Das ist natürlich von Coach zu Coach unterschiedlich. Bei mir hat sicher ein Drittel der Coachings die Handhabung von Macht durch die Führungskraft zum Thema, wenn auch nicht unbedingt ausschließlich. Manchmal ist es aber auch das Hauptthema. Konkret geht es um die nicht gekonnte oder emotional nicht abgesicherte, nicht auf Werten gründende Handhabung von Macht. Daraus können Zweifel, Verhaltensverlegenheit oder Passivität entstehen.

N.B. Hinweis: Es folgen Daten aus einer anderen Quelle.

/* Inside = the holes of the seal shapes; without a seal the viewing area
 * stands in (said in the notes); without either, everything. */
static bool find_inside(struct checker *c)
{
	struct gp_polyset holes;
	gp_polyset_init(&holes);
	for (size_t i = 0; i < c->art->shape_count; i++) {
		const struct gp_shape *s = &c->art->shapes[i];
		if (s->layer != GP_LAYER_SEAL || s->role != GP_ROLE_SEAL)
			continue;
		c->has_seal = true;
		for (size_t h = 0; h < s->poly.hole_count; h++) {
			struct gp_polygon p;
			gp_polygon_init(&p);
			if (!gp_ring_copy(&p.outer, &s->poly.holes[h]) ||
			    !gp_polyset_take(&holes, &p)) {
				gp_polygon_finish(&p);
				gp_polyset_finish(&holes);
				return oom(c);
			}
		}
	}
	if (holes.count > 0) {
		c->inside = gp_geos_shape_from_polyset(c->geos, &holes);
		gp_polyset_finish(&holes);
		if (!c->inside)
			return c->failed = true, false;
		c->inside_box = gp_geos_shape_bounds(c->inside);
		gp_buffer_puts(&c->rep->notes,
			       "parasitic overlaps: inside the seal\n");
		return true;
	}
	gp_polyset_finish(&holes);
	c->inside_is_box = true;
	if (c->has_seal && !gp_box_is_empty(c->lim->seal_inside)) {
		c->inside_box = c->lim->seal_inside;
		gp_buffer_puts(&c->rep->notes,
			       "parasitic overlaps: inside the seal's inner "
			       "edge\n");
	} else if (!gp_box_is_empty(c->lim->viewing)) {
		c->inside_box = c->lim->viewing;
		gp_buffer_puts(&c->rep->notes,
			       c->has_seal
				       ? "parasitic overlaps: the seal has no "
					 "inner edge; the viewing area stands "
					 "in for the inside of the seal\n"
				       : "parasitic overlaps: no seal in the "
					 "artwork yet; the viewing area stands "
					 "in for the inside of the seal\n");
	} else {
		c->inside_box = (struct gp_box){ INT64_MIN / 4, INT64_MIN / 4,
						 INT64_MAX / 4, INT64_MAX / 4 };
		gp_buffer_puts(&c->rep->notes,
			       "parasitic overlaps: no seal and no viewing "
			       "area; checked everywhere\n");
	}
	c->inside = NULL;
	return true;
}

/* --- parasitic overlap -------------------------------------------------- */

static bool copy_take(struct gp_polyset *set, const struct gp_polygon *p)
{
	struct gp_polygon copy;
	if (!gp_polygon_copy(&copy, p))
		return false;
	if (gp_polyset_take(set, &copy))
		return true;
	gp_polygon_finish(&copy);
	return false;
}

/* The intended lit region of a pixel (shape and its further parts, or
 * the box) appended to set. */
static bool pixel_region(const struct gp_pixel *px, struct gp_polyset *set)
{
	if (px->shape.outer.count < 3) {
		struct gp_polygon poly;
		gp_polygon_init(&poly);
		bool ok = gp_polygon_set_box(&poly, px->box) &&
			  gp_polyset_take(set, &poly);
		gp_polygon_finish(&poly);
		return ok;
	}
	if (!copy_take(set, &px->shape))
		return false;
	for (size_t i = 0; i < px->more.count; i++)
		if (!copy_take(set, &px->more.items[i]))
			return false;
	return true;
}

/* The intended lit region of every pixel of the pair, as one shape. */
static struct gp_geos_shape *pair_region(struct checker *c, size_t first)
{
	struct gp_polyset set;
	gp_polyset_init(&set);
	for (size_t p = first; p; p = c->pair_next[p - 1]) {
		if (!pixel_region(&c->art->pixels[p - 1], &set)) {
			gp_polyset_finish(&set);
			oom(c);
			return NULL;
		}
	}
	struct gp_geos_shape *s = gp_geos_shape_from_polyset(c->geos, &set);
	gp_polyset_finish(&set);
	return s;
}

/* Fast answer for two rectangles: true when settled (no overlap inside,
 * or it is all inside one plain pixel box of the pair). */
static bool rect_overlap_settled(struct checker *c, const struct item *f,
				 const struct item *b, size_t first)
{
	if (!f->rect || !b->rect || !c->inside_is_box)
		return false;
	struct gp_box m = gp_box_meet(gp_box_meet(f->box, b->box), c->inside_box);
	if (!gp_box_has_area(m))
		return true;
	for (size_t p = first; p; p = c->pair_next[p - 1]) {
		const struct gp_pixel *px = &c->art->pixels[p - 1];
		if (px->shape.outer.count < 3 && gp_box_inside(m, px->box))
			return true;
	}
	return false;
}

static struct gp_geos_shape *clip_inside(struct checker *c,
					 struct gp_geos_shape *s)
{
	struct gp_geos_shape *inside = c->inside;
	struct gp_geos_shape *box = NULL;
	if (!inside) {
		box = gp_geos_shape_from_box(c->geos, c->inside_box);
		inside = box;
	}
	struct gp_geos_shape *r =
		inside ? gp_geos_shape_intersection(c->geos, s, inside) : NULL;
	gp_geos_shape_destroy(c->geos, box);
	return r;
}

static void overlap_pair(struct checker *c, struct item *f, struct item *b)
{
	int fnet = c->art->shapes[f->shape].net;
	int bnet = c->art->shapes[b->shape].net;
	size_t first = pair_first(c, fnet, bnet);
	if (rect_overlap_settled(c, f, b, first))
		return;
	struct gp_geos_shape *gf = item_shape(c, f), *gb = item_shape(c, b);
	if (!gf || !gb || !gp_geos_shape_overlaps_area(c->geos, gb, gf))
		return;
	struct gp_geos_shape *meet = gp_geos_shape_intersection(c->geos, gb,
								gf);
	struct gp_geos_shape *in = meet ? clip_inside(c, meet) : NULL;
	struct gp_geos_shape *meant = first ? pair_region(c, first) : NULL;
	struct gp_geos_shape *rest =
		in && meant ? gp_geos_shape_difference(c->geos, in, meant)
			    : NULL;
	struct gp_geos_shape *left = rest ? rest : (first ? NULL : in);
	if (!left) {
		c->failed = true;
	} else {
		double area = gp_geos_shape_area_mm2(c->geos, left);
		if (area > c->lim->min_overlap_mm2) {
			struct gp_finding fd = finding(
				GP_CHECK_PARASITIC, GP_SEVERITY_ERROR, bnet,
				fnet, gp_box_centre(gp_geos_shape_bounds(left)),
				area, 0, GP_UNIT_MM2);
			fd.shape = (int)f->shape;
			add_finding(c, &fd);
		}
	}
	gp_geos_shape_destroy(c->geos, meet);
	gp_geos_shape_destroy(c->geos, in);
	gp_geos_shape_destroy(c->geos, meant);
	gp_geos_shape_destroy(c->geos, rest);
}

struct query {
	size_t *found;
	size_t count, capacity;
	bool failed;
};

static void on_found(void *user, size_t item)
{
	struct query *q = user;
	if (!gp_array_reserve(q->found, q->capacity, q->count + 1)) {
		q->failed = true;
		return;
	}
	q->found[q->count++] = item;
}

static bool check_parasitic(struct checker *c)
{
	struct gp_geos_index *index = gp_geos_index_create(c->geos);
	struct query q = { 0 };
	if (!index)
		return oom(c);
	for (size_t k = 0; k < c->item_count; k++) {
		const struct item *it = &c->items[k];
		if (it->plate == GP_PLATE_FRONT &&
		    c->art->shapes[it->shape].net >= 0 &&
		    !gp_geos_index_add(index, it->box, k))
			c->failed = true;
	}
	for (size_t k = 0; k < c->item_count && !c->failed; k++) {
		struct item *b = &c->items[k];
		int bnet = c->art->shapes[b->shape].net;
		if (b->plate != GP_PLATE_BACK || bnet < 0)
			continue;
		struct gp_box where = gp_box_meet(b->box, c->inside_box);
		if (!gp_box_has_area(where))
			continue;
		q.count = 0;
		if (!gp_geos_index_query(index, where, on_found, &q) ||
		    q.failed) {
			c->failed = true;
			break;
		}
		/* the tree answers in a fixed order: results stay
		 * reproducible without sorting */
		for (size_t i = 0; i < q.count && !c->failed; i++) {
			struct item *f = &c->items[q.found[i]];
			if (c->art->shapes[f->shape].net != bnet)
				overlap_pair(c, f, b);
		}
	}
	free(q.found);
	gp_geos_index_destroy(index);
	return !c->failed;
}

/* --- spacing on one plate ----------------------------------------------- */

/* Exact distance and nearest points of two boxes. */
static double box_distance(struct gp_box a, struct gp_box b,
			   struct gp_point *mid)
{
	int64_t dx = 0, dy = 0, x, y;
	if (a.x1 < b.x0)
		dx = b.x0 - a.x1, x = a.x1 + dx / 2;
	else if (b.x1 < a.x0)
		dx = a.x0 - b.x1, x = b.x1 + dx / 2;
	else
		x = ((a.x0 > b.x0 ? a.x0 : b.x0) + (a.x1 < b.x1 ? a.x1 : b.x1)) /
		    2;
	if (a.y1 < b.y0)
		dy = b.y0 - a.y1, y = a.y1 + dy / 2;
	else if (b.y1 < a.y0)
		dy = a.y0 - b.y1, y = b.y1 + dy / 2;
	else
		y = ((a.y0 > b.y0 ? a.y0 : b.y0) + (a.y1 < b.y1 ? a.y1 : b.y1)) /
		    2;
	*mid = (struct gp_point){ x, y };
	return hypot((double)dx, (double)dy);
}

/* Coordinates are snapped to 1 nm: a slanted edge drawn exactly at a
 * limit may come out up to a nanometre short of it.  Measures within
 * this of their limit pass. */
#define SNAP_SLACK 1.0
/* Two shapes laid out exactly the minimum space apart (the digit layout's
 * lead-ins side by side in a gap) are both snapped, and a mitred line's
 * offset corners are rounded once more: their facing edges come out up to
 * 2.2 nm closer (measured on a static 14-segment row with gap 0.15).  A
 * space within this of its limit passes; the digit layout allows the same
 * (digits-layout.c, check_spacing). */
#define SPACE_SLACK 2.5

static void spacing_pair(struct checker *c, struct item *a, struct item *b)
{
	int na = c->art->shapes[a->shape].net, nb = c->art->shapes[b->shape].net;
	if (na == nb)
		return;
	double d;
	struct gp_point mid;
	if (a->rect && b->rect) {
		d = box_distance(a->box, b->box, &mid);
	} else {
		struct gp_geos_shape *ga = item_shape(c, a), *gb = item_shape(c, b);
		struct gp_point pa, pb;
		if (!ga || !gb || !gp_geos_shape_distance(c->geos, ga, gb, &d)) {
			c->failed = true;
			return;
		}
		if (d >= (double)c->lim->min_space - SPACE_SLACK)
			return;
		if (!gp_geos_shape_nearest(c->geos, ga, gb, &pa, &pb)) {
			c->failed = true;
			return;
		}
		mid = (struct gp_point){ (pa.x + pb.x) / 2, (pa.y + pb.y) / 2 };
	}
	if (d >= (double)c->lim->min_space - SPACE_SLACK)
		return;
	int lo = na < nb ? na : nb, hi = na < nb ? nb : na;
	struct gp_finding f = finding(GP_CHECK_SPACING, GP_SEVERITY_ERROR, lo,
				      hi, mid, d / 1e6,
				      gp_mm(c->lim->min_space), GP_UNIT_MM);
	f.detail = (int)a->plate;
	f.shape = (int)(na < 0 ? a->shape : b->shape);
	add_finding(c, &f);
}

static bool check_spacing(struct checker *c)
{
	struct gp_box *boxes = calloc(c->item_count + 1, sizeof(*boxes));
	if (!boxes)
		return oom(c);
	for (int plate = 0; plate < 2 && !c->failed; plate++) {
		/* boxes of the other plate stay empty: never paired */
		for (size_t k = 0; k < c->item_count; k++)
			boxes[k] = c->items[k].plate == (enum gp_plate)plate
					   ? c->items[k].box
					   : gp_box_none();
		struct gp_index_pair *pairs = NULL;
		size_t count = 0;
		if (!gp_geos_box_pairs(c->geos, boxes, c->item_count,
				       c->lim->min_space, &pairs, &count)) {
			c->failed = true;
			break;
		}
		for (size_t i = 0; i < count && !c->failed; i++)
			spacing_pair(c, &c->items[pairs[i].a],
				     &c->items[pairs[i].b]);
		free(pairs);
	}
	free(boxes);
	return !c->failed;
}

/* --- line width ---------------------------------------------------------- */

/* Width of the rectangle with the same area and perimeter: exact for
 * rectangles, close for long strips of even width. */
static double strip_width(double area, double perimeter)
{
	double disc = perimeter * perimeter - 16 * area;
	return (perimeter - sqrt(disc > 0 ? disc : 0)) / 4;
}

static double ring_length(const struct gp_ring *r)
{
	double sum = 0;
	for (size_t i = 0; i < r->count; i++) {
		struct gp_point a = r->points[i], b = r->points[(i + 1) % r->count];
		sum += hypot((double)(b.x - a.x), (double)(b.y - a.y));
	}
	return sum;
}

static double polygon_perimeter(const struct gp_polygon *p)
{
	double sum = ring_length(&p->outer);
	for (size_t h = 0; h < p->hole_count; h++)
		sum += ring_length(&p->holes[h]);
	return sum;
}

static void thin_finding(struct checker *c, const struct item *it,
			 double width_nm, struct gp_point place)
{
	int net = c->art->shapes[it->shape].net;
	struct gp_finding f = finding(GP_CHECK_LINE_WIDTH, GP_SEVERITY_ERROR,
				      net, GP_NET_NONE, place, width_nm / 1e6,
				      gp_mm(c->lim->min_line), GP_UNIT_MM);
	f.shape = (int)it->shape;
	f.detail = (int)it->plate;
	add_finding(c, &f);
}

/* Erode by half the minimum line and grow back (mitred joins, which give
 * back every corner that survives): what does not come back is thinner
 * than the minimum line. */
static void line_width_shape(struct checker *c, struct item *it)
{
	/* a stroke within a nanometre or two of the limit (snapping) passes */
	int64_t half = c->lim->min_line / 2 - (int64_t)SNAP_SLACK;
	struct gp_geos_shape *g = item_shape(c, it);
	struct gp_geos_shape *eroded =
		g ? gp_geos_shape_offset(c->geos, g, -half, GP_JOIN_MITRE,
					 c->lim->chord_tolerance)
		  : NULL;
	struct gp_geos_shape *opened =
		eroded ? gp_geos_shape_offset(c->geos, eroded, half + 1,
					      GP_JOIN_MITRE,
					      c->lim->chord_tolerance)
		       : NULL;
	struct gp_geos_shape *thin =
		opened ? gp_geos_shape_difference(c->geos, g, opened) : NULL;
	struct gp_polyset pieces;
	gp_polyset_init(&pieces);
	if (!thin || !gp_geos_shape_to_polyset(c->geos, thin, &pieces)) {
		c->failed = true;
	} else {
		/* corners cut by the mitre limit leave crumbs: a thin part
		 * must be at least a minimum line square */
		double floor_mm2 = gp_mm(c->lim->min_line) *
				   gp_mm(c->lim->min_line);
		for (size_t i = 0; i < pieces.count; i++) {
			const struct gp_polygon *p = &pieces.items[i];
			double area = gp_polygon_area_mm2(p) * 1e12;
			if (area / 1e12 < floor_mm2)
				continue;
			double w = strip_width(area, polygon_perimeter(p));
			if (w < (double)c->lim->min_line - 2 * SNAP_SLACK)
				thin_finding(c, it, w,
					     gp_box_centre(gp_polygon_bounds(p)));
		}
	}
	gp_polyset_finish(&pieces);
	gp_geos_shape_destroy(c->geos, eroded);
	gp_geos_shape_destroy(c->geos, opened);
	gp_geos_shape_destroy(c->geos, thin);
}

Sie schreiben, dass Positionsmacht heute nicht mehr zur Steuerung in Organisationen ausreiche. Worauf führen Sie das zurück?

Darauf, dass es kaum noch „ungeschüttelte“ und intakte Organisationen gibt, die diese Projektion gut auf sich ziehen könnten. Fragen Sie mal, welcher Organisation die Menschen heute noch vertrauen. Früher war das z.B. die Kirche. Die hatte ihre riesigen Skandale, da ist Beschädigung passiert. Der ADAC war eine Organisation, der man sehr vertraut hat. Auch der hatte seinen Skandal. Volkswagen war eine deutsche Institution von Bürgerlichkeit. Unternehmen haben Vertrauenszuschreibungen vielfach verspielt. Für die Akteure in Organisationen bedeutet dies, dass sie das weggebrochene Vertrauen in die institutionellen Mechanismen, das Positionsmacht bedeutete, ersetzen müssen. Es bedeutet, dass sie sich ihre Wirksamkeit erst aus ihrer Rolle heraus durch Beziehungsarbeit verdienen müssen. Früher sagte man, wem Gott ein Amt gibt, dem gibt er auch Verstand. Diesen Satz aus der „guten alten Zeit“ würde heute kaum noch jemand unterschreiben.

Ihr Berufskollege Ulrich Sollmann unterstellt Ihnen in einer Laudatio, die er anlässlich Ihres 70. Geburtstages im Jahr 2013 schrieb, unterwegs zu einer besseren Welt zu sein. Was könnte er hiermit meinen?

Mein ganz subjektiver Traum von einer besseren Welt ist definiert durch weniger Angst, weniger Entfremdung, mehr Aufrichtigkeit, mehr Vernunft und durch einen intensiveren und co-kreativeren Umgang miteinander. Das ist eine ganz normale Vorstellung von einer etwas besseren Welt und dahingehend bin ich unterwegs. Ein alter Spruch: Make the world a little better.